Jennifer Weiner is jealous
“What’s a girl have to do to get plagiarized in this town?” asked chick-lit favorite author Jennifer Weiner via her Web site as she headed off on book tour for Goodnight Nobody.
The New York Times reported this week that Harvard student Kaavya Viswanathan had ripped passages from not just one but three authors as she filled the pages of her publisher-packaged teen novel How Opal Mehta Got Kissed, Got Wild, and Got a Life. (Note: Quite collectible copies are in slim-to-none supply on Alibris.)
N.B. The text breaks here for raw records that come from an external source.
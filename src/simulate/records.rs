//! Record files: one CSV line per finished trajectory (index, steps, time, outcome), appended and
//! flushed as each trajectory completes, under a header that carries the run's fingerprint so that
//! `--resume` and `merge` refuse files from another scenario. A torn last line (a write cut off by a
//! kill) is discarded with a warning; any other malformed line is an error naming its line, and
//! so is a record outside the run (an index beyond its ensemble, steps beyond its horizon).
//!
//! A file open for writing holds an advisory exclusive lock (`File::try_lock`, flock on Unix) for
//! as long as the run lasts, so a second run resuming the same file is refused instead of
//! recording every trajectory twice.

use super::{Dynamics, Plan};
use crate::stats::Outcome;
use std::collections::BTreeMap;
use std::fs::{File, OpenOptions};
use std::io::{BufWriter, Write};
use std::path::Path;
use thiserror::Error;

/// Record-file problems.
#[derive(Debug, Error)]
#[non_exhaustive]
pub enum RecordError {
    /// Reading or writing failed.
    #[error("{path}: {message}")]
    Io {
        /// file
        path: String,
        /// OS message
        message: String,
    },
    /// A malformed line.
    #[error("{path}: line {line}: {message}")]
    Format {
        /// file
        path: String,
        /// 1-based line
        line: usize,
        /// what is wrong
        message: String,
    },
    /// Files from different runs.
    #[error("{path}: {message}")]
    Mismatch {
        /// file
        path: String,
        /// what differs
        message: String,
    },
}

/// What a record file's header says.
#[derive(Debug, Clone, PartialEq)]
pub struct Header {
    /// run fingerprint (hex)
    pub fingerprint: u64,
    /// master seed
    pub seed: u64,
    /// ensemble size of the whole run
    pub trajectories: u64,
    /// time step (time units)
    pub dt: f64,
    /// horizon in steps
    pub max_steps: u64,
    /// dynamics name
    pub dynamics: String,
    /// the scenario's time unit ("1" reduced; `None` in files written before it was recorded)
    pub time_unit: Option<String>,
}

impl Header {
    /// The header of a plan.
    pub fn of(plan: &Plan) -> Self {
        Self {
            fingerprint: plan.fingerprint,
            seed: plan.params.seed,
            trajectories: plan.trajectories,
            dt: plan.params.dt,
            max_steps: plan.params.max_steps,
            dynamics: match plan.dynamics {
                Dynamics::Underdamped => "underdamped".into(),
                Dynamics::Overdamped => "overdamped".into(),
            },
            time_unit: Some(plan.time_unit.clone()),
        }
    }

    fn text(&self) -> String {
        // a unit name is one token in the header (names never hold spaces; this keeps it so)
        let unit = self
            .time_unit
            .as_ref()
            .map(|u| format!(" time_unit={}", u.replace(char::is_whitespace, "_")))
            .unwrap_or_default();
        format!(
            "# escapade trajectory records: one line per finished trajectory\n# fingerprint={:016x} seed={} trajectories={} dt={:?} max_steps={} dynamics={}{unit}\nindex,steps,time,outcome\n",
            self.fingerprint, self.seed, self.trajectories, self.dt, self.max_steps, self.dynamics
        )
    }
}

fn io(path: &Path, e: impl std::fmt::Display) -> RecordError {
    RecordError::Io {
        path: path.display().to_string(),
        message: e.to_string(),
    }
}

/// An open record file.
pub struct Writer {
    out: BufWriter<File>,
    dt: f64,
    path: String,
}

impl Writer {
    /// Appends one record as a whole line and flushes it.
    ///
    /// # Errors
    /// The write failed.
    pub fn append(&mut self, o: &Outcome) -> Result<(), RecordError> {
        let line = format!(
            "{},{},{:?},{}\n",
            o.index,
            o.steps,
            o.steps as f64 * self.dt,
            if o.escaped { "escaped" } else { "censored" }
        );
        self.out
            .write_all(line.as_bytes())
            .and_then(|()| self.out.flush())
            .map_err(|e| RecordError::Io {
                path: self.path.clone(),
                message: e.to_string(),
            })
    }
}

/// A record file as read.
#[derive(Debug, Clone)]
pub struct Contents {
    /// its header
    pub header: Header,
    /// its records
    pub outcomes: Vec<Outcome>,
    /// the 1-based line of each record, by index (after a merge: in the file that holds it)
    pub lines: BTreeMap<u64, usize>,
    /// byte length of the whole lines (a torn tail is beyond it)
    pub valid_len: usize,
    /// warnings (a discarded torn line)
    pub warnings: Vec<String>,
}

fn parse_header(path: &Path, line_no: usize, line: &str) -> Result<Header, RecordError> {
    let bad = |m: &str| RecordError::Format {
        path: path.display().to_string(),
        line: line_no,
        message: m.to_string(),
    };
    let mut fp = None;
    let (mut seed, mut n, mut dt, mut ms, mut dy, mut tu) = (None, None, None, None, None, None);
    for tok in line.trim_start_matches('#').split_whitespace() {
        let Some((k, v)) = tok.split_once('=') else {
            continue;
        };
        match k {
            "fingerprint" => fp = u64::from_str_radix(v, 16).ok(),
            "seed" => seed = v.parse().ok(),
            "trajectories" => n = v.parse().ok(),
            "dt" => dt = v.parse().ok(),
            "max_steps" => ms = v.parse().ok(),
            "dynamics" => dy = Some(v.to_string()),
            "time_unit" => tu = Some(v.to_string()),
            _ => {}
        }
    }
    Ok(Header {
        fingerprint: fp.ok_or_else(|| bad("header without a fingerprint"))?,
        seed: seed.ok_or_else(|| bad("header without a seed"))?,
        trajectories: n.ok_or_else(|| bad("header without trajectories"))?,
        dt: dt.ok_or_else(|| bad("header without dt"))?,
        max_steps: ms.ok_or_else(|| bad("header without max_steps"))?,
        dynamics: dy.ok_or_else(|| bad("header without dynamics"))?,
        time_unit: tu,
    })
}

/// Reads a record file.
///
/// # Errors
/// Unreadable file, missing header, malformed or duplicate lines.
pub fn read(path: &Path) -> Result<Contents, RecordError> {
    let bytes = std::fs::read(path).map_err(|e| io(path, e))?;
    let text = String::from_utf8_lossy(&bytes);
    let whole = text.rfind('\n').map_or(0, |i| i + 1);
    let mut warnings = Vec::new();
    if whole < text.len() {
        warnings.push(format!(
            "{}: discarded a torn last line (a write cut off mid-line)",
            path.display()
        ));
    }
    let mut header = None;
    let mut outcomes = Vec::new();
    let mut lines = BTreeMap::new();
    for (i, line) in text[..whole].lines().enumerate() {
        let line_no = i + 1;
        let t = line.trim();
        if t.is_empty() || t.starts_with("index,") {
            continue;
        }
        if t.starts_with('#') {
            if t.contains("fingerprint=") {
                header = Some(parse_header(path, line_no, t)?);
            }
            continue;
        }
        let bad = |m: String| RecordError::Format {
            path: path.display().to_string(),
            line: line_no,
            message: m,
        };
        let f: Vec<&str> = t.split(',').collect();
        if f.len() != 4 {
            return Err(bad(format!("{} fields, expected 4", f.len())));
        }
        let index: u64 = f[0].parse().map_err(|_| bad(format!("index {:?}", f[0])))?;
        let steps: u64 = f[1].parse().map_err(|_| bad(format!("steps {:?}", f[1])))?;
        let escaped = match f[3] {
            "escaped" => true,
            "censored" => false,
            other => return Err(bad(format!("outcome {other:?} (escaped or censored)"))),
        };
        if let Some(first) = lines.insert(index, line_no) {
            return Err(bad(format!(
                "trajectory {index} recorded twice (first on line {first})"
            )));
        }
        outcomes.push(Outcome {
            index,
            steps,
            escaped,
        });
    }
    outcomes.sort_unstable();
    let header = header.ok_or_else(|| RecordError::Format {
        path: path.display().to_string(),
        line: 1,
        message: "no header line with the run's fingerprint".into(),
    })?;
    // a record the run cannot have produced would be counted into a wrong rate
    for o in &outcomes {
        let problem = if o.index >= header.trajectories {
            format!(
                "trajectory index {} is outside this run of {} trajectories (0 to {})",
                o.index,
                header.trajectories,
                header.trajectories.saturating_sub(1)
            )
        } else if o.steps > header.max_steps {
            format!(
                "{} steps is beyond this run's horizon of {} steps",
                o.steps, header.max_steps
            )
        } else {
            continue;
        };
        return Err(RecordError::Format {
            path: path.display().to_string(),
            line: lines[&o.index],
            message: problem,
        });
    }
    Ok(Contents {
        header,
        outcomes,
        lines,
        valid_len: whole,
        warnings,
    })
}

/// Refuses a records path that is a directory (before any other use of it).
///
/// # Errors
/// The path is a directory.
pub fn check_path(path: &Path) -> Result<(), RecordError> {
    if path.is_dir() {
        return Err(io(
            path,
            "is a directory: --records needs a file name (e.g. DIR/records.csv)",
        ));
    }
    Ok(())
}

/// Takes the advisory exclusive lock of a record file opened for writing, so that only one run
/// writes it at a time. File systems without locks (some network mounts) run unlocked.
fn lock(f: &File, path: &Path) -> Result<(), RecordError> {
    match f.try_lock() {
        Ok(()) => Ok(()),
        Err(std::fs::TryLockError::WouldBlock) => Err(io(
            path,
            "is in use by another running escapade (the file is locked): wait for that run to end, or give this run its own --records file",
        )),
        Err(std::fs::TryLockError::Error(e)) if e.kind() == std::io::ErrorKind::Unsupported => {
            Ok(())
        }
        Err(std::fs::TryLockError::Error(e)) => Err(io(path, format!("cannot lock: {e}"))),
    }
}

/// Creates a record file for a new run (an existing file is refused, so no finished work is lost).
///
/// # Errors
/// The file exists or cannot be created.
pub fn create(path: &Path, plan: &Plan) -> Result<Writer, RecordError> {
    check_path(path)?;
    let mut f = OpenOptions::new()
        .write(true)
        .create_new(true)
        .open(path)
        .map_err(|e| {
            if e.kind() == std::io::ErrorKind::AlreadyExists {
                io(
                    path,
                    "exists already: use --resume to continue it, or choose another file",
                )
            } else {
                io(path, e)
            }
        })?;
    lock(&f, path)?;
    f.write_all(Header::of(plan).text().as_bytes())
        .and_then(|()| f.flush())
        .map_err(|e| io(path, e))?;
    Ok(Writer {
        out: BufWriter::new(f),
        dt: plan.params.dt,
        path: path.display().to_string(),
    })
}

/// Opens a record file to continue a run: locks it, checks it belongs to `plan`, drops a torn
/// last line, and returns the writer with the records already there. A missing file starts a new
/// one.
///
/// # Errors
/// A file in use by another run, from another scenario or seed, or malformed.
pub fn resume(path: &Path, plan: &Plan) -> Result<(Writer, Contents), RecordError> {
    check_path(path)?;
    // locked before it is read, so that what is read stays what is continued
    let f = match OpenOptions::new().read(true).append(true).open(path) {
        Ok(f) => f,
        Err(e) if e.kind() == std::io::ErrorKind::NotFound => match create(path, plan) {
            Ok(w) => {
                return Ok((
                    w,
                    Contents {
                        header: Header::of(plan),
                        outcomes: Vec::new(),
                        lines: BTreeMap::new(),
                        valid_len: 0,
                        warnings: Vec::new(),
                    },
                ));
            }
            // another run created it in between: its lock decides below
            Err(_) if path.exists() => OpenOptions::new()
                .read(true)
                .append(true)
                .open(path)
                .map_err(|e| io(path, e))?,
            Err(e) => return Err(e),
        },
        Err(e) => return Err(io(path, e)),
    };
    lock(&f, path)?;
    let c = read(path)?;
    let h = Header::of(plan);
    if c.header.fingerprint != h.fingerprint {
        return Err(RecordError::Mismatch {
            path: path.display().to_string(),
            message: format!(
                "records of another run (fingerprint {:016x}, this run {:016x}): same scenario, seed, dt and trajectories are needed to resume",
                c.header.fingerprint, h.fingerprint
            ),
        });
    }
    // appends go to the (new) end after the torn tail is cut off
    f.set_len(c.valid_len as u64).map_err(|e| io(path, e))?;
    Ok((
        Writer {
            out: BufWriter::new(f),
            dt: plan.params.dt,
            path: path.display().to_string(),
        },
        c,
    ))
}

/// Unions record files of one run (same fingerprint), refusing duplicate indices.
///
/// # Errors
/// Unreadable or malformed files, different runs, a trajectory recorded in two files.
pub fn merge(paths: &[&Path]) -> Result<Contents, RecordError> {
    let mut all: Option<Contents> = None;
    let mut owner = BTreeMap::new();
    for &p in paths {
        let c = read(p)?;
        if let Some(a) = &all
            && a.header.fingerprint != c.header.fingerprint
        {
            return Err(RecordError::Mismatch {
                path: p.display().to_string(),
                message: format!(
                    "records of another run (fingerprint {:016x}, first file {:016x})",
                    c.header.fingerprint, a.header.fingerprint
                ),
            });
        }
        for o in &c.outcomes {
            if let Some(prev) = owner.insert(o.index, p.display().to_string()) {
                return Err(RecordError::Format {
                    path: p.display().to_string(),
                    line: c.lines[&o.index],
                    message: format!("trajectory {} is also recorded in {prev}", o.index),
                });
            }
        }
        match &mut all {
            None => all = Some(c),
            Some(a) => {
                a.outcomes.extend(c.outcomes);
                a.lines.extend(c.lines);
                a.warnings.extend(c.warnings);
            }
        }
    }
    let mut a = all.ok_or_else(|| RecordError::Io {
        path: String::new(),
        message: "no record files given".into(),
    })?;
    a.outcomes.sort_unstable();
    Ok(a)
}

/// Writes merged contents as one record file (refusing to overwrite).
///
/// # Errors
/// The file exists or cannot be written.
pub fn write_all(path: &Path, c: &Contents) -> Result<(), RecordError> {
    let mut f = OpenOptions::new()
        .write(true)
        .create_new(true)
        .open(path)
        .map_err(|e| io(path, e))?;
    let mut text = c.header.text();
    for o in &c.outcomes {
        text.push_str(&format!(
            "{},{},{:?},{}\n",
            o.index,
            o.steps,
            o.steps as f64 * c.header.dt,
            if o.escaped { "escaped" } else { "censored" }
        ));
    }
    f.write_all(text.as_bytes()).map_err(|e| io(path, e))
}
Over at The Harvard Crimson, which originally reported the more-than-striking similarities between passages in Opal Mehta and Megan McCafferty’s young adult novels, staff writer Will Payne asked “so what?” Sampling happens all the time in the world of hip-hop, argued Payne—perhaps Viswanathan could just be considered a “master sampler.”
Weiner seems to agree. Viswanathan’s book may have been pulled from bookstore shelves, but as Weiner points out, plagiarism has probably been pretty good for the book sales of the three aggrieved authors: McCafferty, Sophie Kinsella, and Meg Cabot.

I don’t really condone this kind of behavior, especially since Megan McCafferty is one of my favorites, but I have been so intrigued by this drama that I had to buy a copy of Viswanathan’s book.Because the uproar had not yet started to escalate I got it for a steal on Alibris.